6. Document the rehearsal

Capture in the operator log: snapshot timestamp, restore wall-clock, --execute duration, smoke A1-A21 results (paste the smoke runner output + the manual-check observations), report file path.

If all 21 checks pass: announce the prod maintenance window per the runbook execution sequence above.

If any check fails: do NOT proceed. Update the relevant code/spec/classifier, ship through review, re-rehearse on a fresh dev branch.


Phase 2b — apollo rename + UUID-PK conversion (deferred)

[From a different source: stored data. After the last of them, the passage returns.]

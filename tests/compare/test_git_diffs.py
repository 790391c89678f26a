"""Figures in git's own diffs, on real repositories: the text conversion and the external driver."""

from __future__ import annotations

import os
import subprocess
from pathlib import Path

import pytest
from support.repositories import NODAL, PROBE, STOCK, Repository, run

from nodal import blobs
from nodal.report import diffing

FILE = "my designs/probe.nodal"


@pytest.fixture
def converted(probe: Repository) -> Repository:
    """The repository with figures in its diffs, as the README says."""
    probe.write(".gitattributes", "*.nodal diff=nodal\n")
    probe.git("config", "diff.nodal.textconv", f"{NODAL} figures --for-diff")
    probe.commit("attributes")
    return probe


def lines(text: str, sign: str) -> set[str]:
    return {line[1:].rstrip() for line in text.splitlines() if line.startswith(sign) and line[1:2] != sign}


def value(figure: str, said: set[str]) -> str:
    (line,) = [line for line in said if line.startswith(figure)]
    return line.partition(": ")[2]


# Text conversion, as git calls it


def test_git_diff_shows_the_text_and_the_figures(converted: Repository) -> None:
    converted.replace(FILE, "10 pF", "12 pF")
    said = converted.git("diff")
    assert "branch load: plug to ground = 1 MΩ ± 1 % ∥ 10 pF" in lines(said, "-")
    assert "branch load: plug to ground = 1 MΩ ± 1 % ∥ 12 pF" in lines(said, "+")
    # 1 m of 100 pF/m and the load: 110 and 112 pF, as capacitors in parallel make it
    assert value("capacitance(drive) at 1 MHz", lines(said, "-")).startswith("110.")
    assert value("capacitance(drive) at 1 MHz", lines(said, "+")).startswith("112.")
    assert any(line.startswith("light: pass, found 110.") for line in lines(said, "-"))
    assert any(line.startswith("light: fail, found 112.") for line in lines(said, "+"))


def test_git_log_and_show_find_old_includes(converted: Repository) -> None:
    converted.replace("lib/stock.nodal", "100 pF", "200 pF")
    converted.replace(FILE, "10 pF", "20 pF")
    second = converted.commit("second")
    converted.replace("lib/stock.nodal", "200 pF", "300 pF")
    converted.replace(FILE, "20 pF", "30 pF")
    third = converted.commit("third")
    (converted.top / "lib/stock.nodal").unlink()  # the work tree plays no part
    log = converted.git("log", "-p", "-2", "--format=commit %s", "--", FILE)
    newest, middle = log.removeprefix("commit ").split("\ncommit ")
    assert newest.startswith("third")
    assert value("capacitance(drive) at 10 kHz", lines(newest, "+")).startswith("330")
    assert value("capacitance(drive) at 10 kHz", lines(newest, "-")).startswith("220")
    assert value("capacitance(drive) at 10 kHz", lines(middle, "+")).startswith("220")
    assert value("capacitance(drive) at 10 kHz", lines(middle, "-")).startswith("110")
    assert f"includes lib/stock.nodal from commit {third[:8]}" in newest
    assert f"includes lib/stock.nodal from commit {second[:8]}" in newest
    show = converted.git("show", "--format=", "HEAD~1", "--", FILE)
    assert lines(show, "+") == lines(middle, "+")


def test_git_never_stops_at_a_broken_or_old_file(converted: Repository) -> None:
    converted.replace(FILE, "branch", "brunch")
    converted.commit("broken")
    converted.write(FILE, "nodal 7\nnew things\n")
    converted.commit("of the future")
    (converted.top / FILE).write_bytes(b"\xff\xfe\x00")
    converted.commit("no text")
    converted.write(FILE, "")
    converted.commit("empty")
    converted.write(FILE, PROBE)
    converted.commit("good again")
    (converted.top / FILE).unlink()
    converted.commit("gone")
    log = converted.git("log", "-p", "--format=commit %s", "--", FILE)
    assert log.count("\ncommit ") == 6
    assert "error[unknown-statement]" in log
    assert "error[newer-version]" in log
    assert "error[not-utf-8]" in log
    assert "error[empty-file]" in log
    assert "Traceback" not in log


def test_files_that_others_include_have_no_figures(converted: Repository) -> None:
    converted.replace("lib/stock.nodal", "100 pF", "101 pF")
    said = converted.git("diff")
    assert lines(said, "+") == {"stock coax { capacitance 101 pF/m; inductance 250 nH/m }"}
    assert "error" not in said


def test_staged_includes_come_from_the_index(converted: Repository) -> None:
    converted.write("lib/stock.nodal", STOCK.replace("100 pF", "150 pF"))
    converted.replace(FILE, "10 pF", "50 pF")
    converted.git("add", "-A")
    converted.replace(FILE, "50 pF", "60 pF")  # git hands out a copy of the staged file
    converted.write("lib/stock.nodal", STOCK.replace("100 pF", "900 pF"))
    said = converted.git("diff", "--cached", "--", FILE)
    assert value("capacitance(drive) at 10 kHz", lines(said, "+")).startswith("200")
    assert "includes lib/stock.nodal from the index" in said


def test_moved_files_and_subfolders(converted: Repository) -> None:
    converted.git("mv", FILE, "my designs/other.nodal")
    converted.replace("my designs/other.nodal", "10 pF", "11 pF")
    converted.commit("moved")
    said = converted.git("log", "-p", "-M", "--format=", "--follow", "--", "other.nodal", folder="my designs")
    assert "rename to my designs/other.nodal" in said
    assert any(line.startswith("capacitance(drive) at 10 kHz: 111") for line in lines(said, "+"))


def test_a_copy_of_which_nothing_is_known(converted: Repository, tmp_path: Path) -> None:
    folder = tmp_path / "git-blob-a1B2c3"
    folder.mkdir()
    (folder / "probe.nodal").write_text(PROBE.replace("10 pF", "17 pF"))
    known = run("figures", "--for-diff", str(folder / "probe.nodal"))
    assert known.exit_code == 0
    assert "includes lib/stock.nodal from the work tree" in known.stdout
    (folder / "stranger.nodal").write_text(PROBE.replace("10 pF", "17 pF"))
    strange = run("figures", "--for-diff", str(folder / "stranger.nodal"))
    assert strange.exit_code == 0
    assert "error[include-unreadable]" in strange.stdout
    assert "includes other files from nowhere" in strange.stdout


@pytest.mark.parametrize("name", ["git-blob-a1B2c3/probe.nodal", "a1B2c3_probe.nodal"])
def test_copies_are_told_by_their_names(converted: Repository, tmp_path: Path, name: str) -> None:
    copy = tmp_path / name
    copy.parent.mkdir(exist_ok=True)
    copy.write_text(PROBE)
    old = blobs.load(str(copy))
    assert old.home is not None
    assert old.home.words.startswith("commit ")
    assert old.home.label.endswith(f":{FILE}")


def test_which_tree_an_external_driver_gets(converted: Repository, tmp_path: Path) -> None:
    copy = tmp_path / "git-blob-a1B2c3" / "probe.nodal"
    copy.parent.mkdir()

    def words(text: str, *, newest: bool) -> str:
        copy.write_text(text)
        name = converted.git("hash-object", str(copy)).strip()
        home = blobs.load(str(copy), path=FILE, name=name, newest=newest).home
        assert home is not None
        return home.words

    first = converted.git("rev-parse", "HEAD~1").strip()[:8]
    last = converted.git("rev-parse", "HEAD").strip()[:8]
    assert words(PROBE, newest=False) == f"commit {first}"
    assert words(PROBE, newest=True) == f"commit {last}"
    staged = PROBE.replace("10 pF", "11 pF")
    converted.write(FILE, staged)
    converted.git("add", "-A")
    assert words(staged, newest=True) == words(staged, newest=False) == "the index"
    converted.commit("second")
    converted.write(FILE, PROBE.replace("10 pF", "12 pF"))
    converted.commit("third")
    assert words(PROBE, newest=True) == f"commit {last}"  # the one before it was replaced
    assert words("nodal 1\n" + PROBE.partition("\n")[2] + "# new\n", newest=True) == "the work tree"
    converted.write(FILE, PROBE)
    converted.git("add", "-A")
    assert words(PROBE, newest=True) == "the index"  # put back, and not committed yet
    assert words(PROBE, newest=False) == f"commit {first}"


def test_a_copy_with_other_line_ends_is_known(converted: Repository, tmp_path: Path) -> None:
    converted.write(".gitattributes", "*.nodal diff=nodal text eol=crlf\n")
    copy = tmp_path / "git-blob-a1B2c3" / "probe.nodal"
    copy.parent.mkdir()
    copy.write_bytes(PROBE.replace("\n", "\r\n").encode())
    old = blobs.load(str(copy))
    assert old.home is not None
    assert old.home.words.startswith("commit ")
    assert old.design is not None


def test_outside_git_and_standard_input(tmp_path: Path, monkeypatch: pytest.MonkeyPatch) -> None:
    monkeypatch.chdir(tmp_path)
    Path("lone.nodal").write_text(PROBE.replace('include "../lib/stock.nodal"\n', STOCK.partition("\n")[2]))
    assert "capacitance(drive)" in run("figures", "--for-diff", "lone.nodal").stdout
    missing = run("figures", "--for-diff", "none.nodal")
    assert missing.exit_code == 0
    assert "error[no-file]" in missing.stdout


def test_a_mistake_of_the_tool_is_said_and_survived(
    converted: Repository, monkeypatch: pytest.MonkeyPatch
) -> None:
    def fails(file: str) -> str:
        raise ArithmeticError("two and two")

    monkeypatch.setattr(diffing, "for_diff", fails)
    result = run("figures", "--for-diff", FILE)
    assert result.exit_code == 0
    assert "ArithmeticError('two and two')" in result.stdout


# The external driver, as git calls it


@pytest.fixture
def driven(converted: Repository) -> Repository:
    converted.git("config", "diff.nodal.command", f"{NODAL} compare --as-git-driver")
    return converted


def test_git_diff_compares(driven: Repository) -> None:
    driven.replace(FILE, "10 pF", "12 pF")
    driven.replace("lib/stock.nodal", "100 pF", "101 pF")
    said = driven.git("diff")
    assert said.startswith("diff lib/stock.nodal\n")
    assert "-stock coax { capacitance 100 pF/m" in said
    assert f"diff {FILE}" in said
    changed = [" ".join(line.split()) for line in said.splitlines()]
    assert "load.C capacitance 10 pF 12 pF +20.0 %" in changed
    assert "flex capacitance 100 pF/m 101 pF/m +1.00 %" in changed
    assert "light flipped pass: 110.0 pF fail: 113.0 pF" in changed
    assert "and the work tree" in said
    plain = driven.git("diff", "--no-ext-diff", "--no-textconv")
    assert "+branch load: plug to ground = 1 MΩ ± 1 % ∥ 12 pF" in plain


def test_git_diff_between_commits_finds_the_last_includes(driven: Repository) -> None:
    driven.replace("lib/stock.nodal", "100 pF", "200 pF")
    driven.commit("the include alone")
    driven.replace(FILE, "10 pF", "12 pF")
    driven.commit("the design alone")
    said = driven.git("diff", "HEAD~1", "HEAD", "--", FILE)
    changed = [" ".join(line.split()) for line in said.splitlines()]
    assert "load.C capacitance 10 pF 12 pF +20.0 %" in changed
    assert not any(line.startswith("flex") for line in changed)


def test_the_driver_never_stops_git(driven: Repository) -> None:
    driven.replace(FILE, "branch", "brunch")
    said = driven.git("diff")
    assert f"{FILE}:5:1: error[unknown-statement]" in said
    assert "+brunch load" in said
    driven.commit("broken")
    driven.write("new.nodal", PROBE.replace("../lib", "lib"))
    driven.git("rm", "-q", FILE)
    driven.git("add", "-A")
    said = driven.git("diff", "--cached", "--no-renames")
    assert "diff new.nodal\nadded\n" in said
    assert f"diff {FILE}\ndeleted\n" in said
    assert "+nodal 1" in said
    assert "-brunch load" in said


def test_the_driver_in_a_merge(driven: Repository) -> None:
    driven.git("checkout", "-qb", "theirs")
    driven.replace(FILE, "10 pF", "11 pF")
    driven.commit()
    driven.git("checkout", "-q", "-")
    driven.replace(FILE, "10 pF", "12 pF")
    driven.commit()
    with pytest.raises(subprocess.CalledProcessError):
        driven.git("merge", "-q", "theirs")
    said = driven.git("diff", "--ours", "--", FILE)
    assert "error[" in said


@pytest.mark.parametrize(
    "arguments", [["x.nodal"], ["x.nodal", "/dev/null", ".", ".", "/dev/null", ".", "."]]
)
def test_odd_calls_of_the_driver(
    tmp_path: Path, monkeypatch: pytest.MonkeyPatch, arguments: list[str]
) -> None:
    monkeypatch.chdir(tmp_path)
    assert os.listdir() == []
    assert run("compare", "--as-git-driver", *arguments).exit_code == 0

Per ADR-0023 lazy-migration policy + #426 prerequisites. Bundled scope: - Rename tenant-apollo-001tenant-provider-apollo-hospitals (or similar) - Convert tenant-apollo-001 PK to UUID - Convert tenant-curaway-patients PK to UUID - Update remaining hardcoded references

Spec written when scheduled. Estimated additional downtime: 5–8 min. Operator-facing UI must already render slug-not-UUID before this window (file as a sub-issue).


Phase 3 — cleanup (deferred)

  • Retire the _ORG_TENANT_MAP_FALLBACK patient-org dict entry entirely (Phase 2a flips its value but the entry stays as defense-in-depth).
  • Optional: rename tenant-apollo-001 if not done in Phase 2b.